Le procès de Douch, ancien dirigeant khmer rouge génocidaire, vient de s’achever. Au Cambodge, comme pour le Rwanda, l’ex-Yougoslavie ou Auschwitz, la bande-dessinée sert le travail de mémoire.

Avec le procès de Douch, qui s’est achevé lundi dernier par la condamnation à 35 ans de prison de l’ancien responsable du camp S-21, le génocide cambodgien est revenu sur le devant de l’actualité. Cet épisode terrible de l’histoire du Cambodge, entre 1975 et 1979, durant lequel près de 2 millions de personnes périrent, n’est pas très bien connu en France. L’amateur de bandes-dessinées peut pourtant trouver facilement matière pour mieux réviser son Histoire. Car le génocide cambodgien, comme d’autres événements historiques similaires, à commencer par la Shoah, a suscité l’attention d’auteurs du neuvième art, déterminés à utiliser les cases et les bulles pour témoigner des événements.

L’oeuvre la plus connue sur le génocide perpétré par les Khmers Rouges est la trilogie signée par Séra, Impasse et rouge, L’eau et la terre et Lendemains de cendres. Si le premier ouvrage n’aborde pas directement le génocide, se concentrant sur la guerre civile au Cambodge, le second album y est directement dédié. A travers différents récits l’auteur tente de donner une image plurielle et donc la plus juste possible des événements. On retrouve d’ailleurs ce procédé de  la mosaïque de témoignages et des histoires entremêlées dans de nombreuses bandes dessinées consacrées à des génocides. L’album a été récemment traduit en khmer et distribué au Cambodge. Comme son nom l’indique, la troisième bande dessinée parle de l’après-génocide. Toute l’œuvre de Séra est minutieusement documentée d’archives et de témoignages, un trait également commun à de nombreuses BD mémorielles du même type.
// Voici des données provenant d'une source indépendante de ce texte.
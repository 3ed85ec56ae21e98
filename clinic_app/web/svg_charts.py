"""Server-drawn SVG charts for the supervisor pages and the weekly PDF.

No scripts, no external resources, no CSS: presentation attributes only, so the strict CSP
holds and WeasyPrint draws the same picture. Series differ by marker shape and dash
pattern, never by colour alone; every chart has a <title> and a text legend.
"""

from __future__ import annotations

from collections.abc import Sequence

from markupsafe import Markup, escape

# (marker, dash pattern) per series, in order: circle/solid, square/dashed, triangle/dotted...
STYLES = (("circle", ""), ("square", "6 3"), ("triangle", "2 3"), ("diamond", "8 3 2 3"))
INK = "#1b1b1b"


def _marker(shape: str, x: float, y: float, r: float = 3.5) -> str:
    if shape == "circle":
        return f'<circle cx="{x:.1f}" cy="{y:.1f}" r="{r}" fill="{INK}"/>'
    if shape == "square":
        return (
            f'<rect x="{x - r:.1f}" y="{y - r:.1f}" width="{2 * r}" height="{2 * r}"'
            f' fill="white" stroke="{INK}" stroke-width="1.5"/>'
        )
    if shape == "triangle":
        pts = f"{x:.1f},{y - r - 1:.1f} {x - r - 1:.1f},{y + r:.1f} {x + r + 1:.1f},{y + r:.1f}"
        return f'<polygon points="{pts}" fill="{INK}"/>'
    pts = f"{x:.1f},{y - r - 1:.1f} {x + r + 1:.1f},{y:.1f} {x:.1f},{y + r + 1:.1f} {x - r - 1:.1f},{y:.1f}"
    return f'<polygon points="{pts}" fill="white" stroke="{INK}" stroke-width="1.5"/>'


def _nice_max(value: float) -> int:
    """A round axis top at or above ``value`` (at least 1)."""
    top = max(1, int(value + 0.999))
    for step in (1, 2, 5, 10, 20, 25, 50, 100, 200, 250, 500, 1000, 2000, 5000, 10000):
        if top <= step * 4:
            return -(-top // step) * step
    return top


def line_chart(
    title: str,
    x_labels: Sequence[str],
    series: dict[str, Sequence[float]],
    *,
    width: int = 640,
    height: int = 260,
    limit: Sequence[float | None] | None = None,
    limit_label: str = "",
    legend: bool = True,
) -> Markup:
    """Lines with markers over weeks; ``limit`` draws a dashed threshold (e.g. an EARS bound)."""
    left, right, top, bottom = 40, 10, 24, 42 if legend else 24
    plot_w, plot_h = width - left - right, height - top - bottom
    values = [v for s in series.values() for v in s] + [v for v in (limit or []) if v is not None]
    y_max = _nice_max(max(values, default=1))
    n = max(len(x_labels), 1)

    def x(i: int) -> float:
        return left + (plot_w * (i + 0.5) / n)

    def y(v: float) -> float:
        return top + plot_h - plot_h * v / y_max

    parts = [
        f'<svg xmlns="http://www.w3.org/2000/svg" role="img" viewBox="0 0 {width} {height}"'
        f' width="{width}" height="{height}" font-family="sans-serif" font-size="10">',
        f"<title>{escape(title)}</title>",
        f'<text x="{left}" y="14" font-size="12" font-weight="bold">{escape(title)}</text>',
    ]
    for tick in (0, y_max // 2, y_max):
        parts.append(
            f'<line x1="{left}" x2="{width - right}" y1="{y(tick):.1f}" y2="{y(tick):.1f}"'
            f' stroke="#bbbbbb" stroke-width="0.5"/>'
            f'<text x="{left - 4}" y="{y(tick) + 3:.1f}" text-anchor="end">{tick}</text>'
        )
    every = max(1, -(-n // 12))
    for i, label in enumerate(x_labels):
        if i % every == 0:
            parts.append(
                f'<text x="{x(i):.1f}" y="{top + plot_h + 12}" text-anchor="middle">'
                f"{escape(label[-3:])}</text>"
            )
    if limit:
        points = " ".join(f"{x(i):.1f},{y(v):.1f}" for i, v in enumerate(limit) if v is not None)
        parts.append(
            f'<polyline points="{points}" fill="none" stroke="{INK}" stroke-width="1"'
            f' stroke-dasharray="1 4"/>'
        )
    for (name, data), (shape, dash) in zip(series.items(), STYLES, strict=False):
        points = " ".join(f"{x(i):.1f},{y(v):.1f}" for i, v in enumerate(data))
        dash_attr = f' stroke-dasharray="{dash}"' if dash else ""
        parts.append(
            f'<polyline points="{points}" fill="none" stroke="{INK}" stroke-width="1.5"'
            f"{dash_attr}><title>{escape(name)}</title></polyline>"
        )
        parts.extend(_marker(shape, x(i), y(v)) for i, v in enumerate(data))
    if legend:
        parts.append(_legend(series, top + plot_h + 30, left, limit_label if limit else ""))
    parts.append("</svg>")
    return Markup("".join(parts))


def _legend(series: dict, y: float, x: float, limit_label: str) -> str:
    out = []
    for name, (shape, dash) in zip(series, STYLES, strict=False):
        dash_attr = f' stroke-dasharray="{dash}"' if dash else ""
        out.append(
            f'<line x1="{x:.1f}" x2="{x + 24:.1f}" y1="{y:.1f}" y2="{y:.1f}" stroke="{INK}"'
            f' stroke-width="1.5"{dash_attr}/>{_marker(shape, x + 12, y)}'
            f'<text x="{x + 30:.1f}" y="{y + 3:.1f}">{escape(name)}</text>'
        )
        x += 40 + 6 * len(str(name))
    if limit_label:
        out.append(
            f'<line x1="{x:.1f}" x2="{x + 24:.1f}" y1="{y:.1f}" y2="{y:.1f}" stroke="{INK}"'
            f' stroke-dasharray="1 4"/><text x="{x + 30:.1f}" y="{y + 3:.1f}">'
            f"{escape(limit_label)}</text>"
        )
    return "".join(out)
On ne badine pas avec les génocides.

A propos de Pol Pot et de sa bande, j’avais déjà eu l’occasion de vous parler un peu de Palaces, de Simon Hureau. A l’occasion d’un voyage dans le pays, l’auteur tient un carnet de croquis comme le font beaucoup de ses condisciples dès qu’ils bourlinguent. Mais là où l’on retrouve souvent un peu de tout, des “choses vues” à l’intérêt divers, Hureau se concentre sur les hôtels abandonnés dont il croise la route, et qui servaient de lieux de détention et de torture aux Khmers Rouges. Trente ans après, le silence y est toujours aussi glaçant et le dessinateur, à travers de funestes encres et lavis, m’a donné la chair de poule.

La référence Maus

Le génocide auquel tout le monde pense en premier lieu est celui qui a frappé les Juifs pendant la Seconde guerre mondiale. Et c’est, assez logiquement, celui qui a donné lieu à la bande dessinée de mémoire la plus connue, Maus d’Art Spiegelman. Récompensée par deux fois par le prestigieux prix Pullitzer (en 1986 pour son premier tome et en 1992 pour le second), l’œuvre est constituée par du témoigage direct du père de l’auteur, qui a été déporté avec sa famille dans le camp d’extermination d’Auschwitz-Birkenau. La bande dessinée fit date à la fois pour son sujet en tant que tel mais également pour la manière dont Art Spiegelman l’a traité. L’auteur est à la fois très précis dans ses descriptions de l’organisation du camp, dans sa façon de raconter l’horreur quotidienne et en même temps il n’héste pas à adopter certains parti-pris artistiques, le plus visible étant celui de dessiner les Juifs en souris et les nazis en chats.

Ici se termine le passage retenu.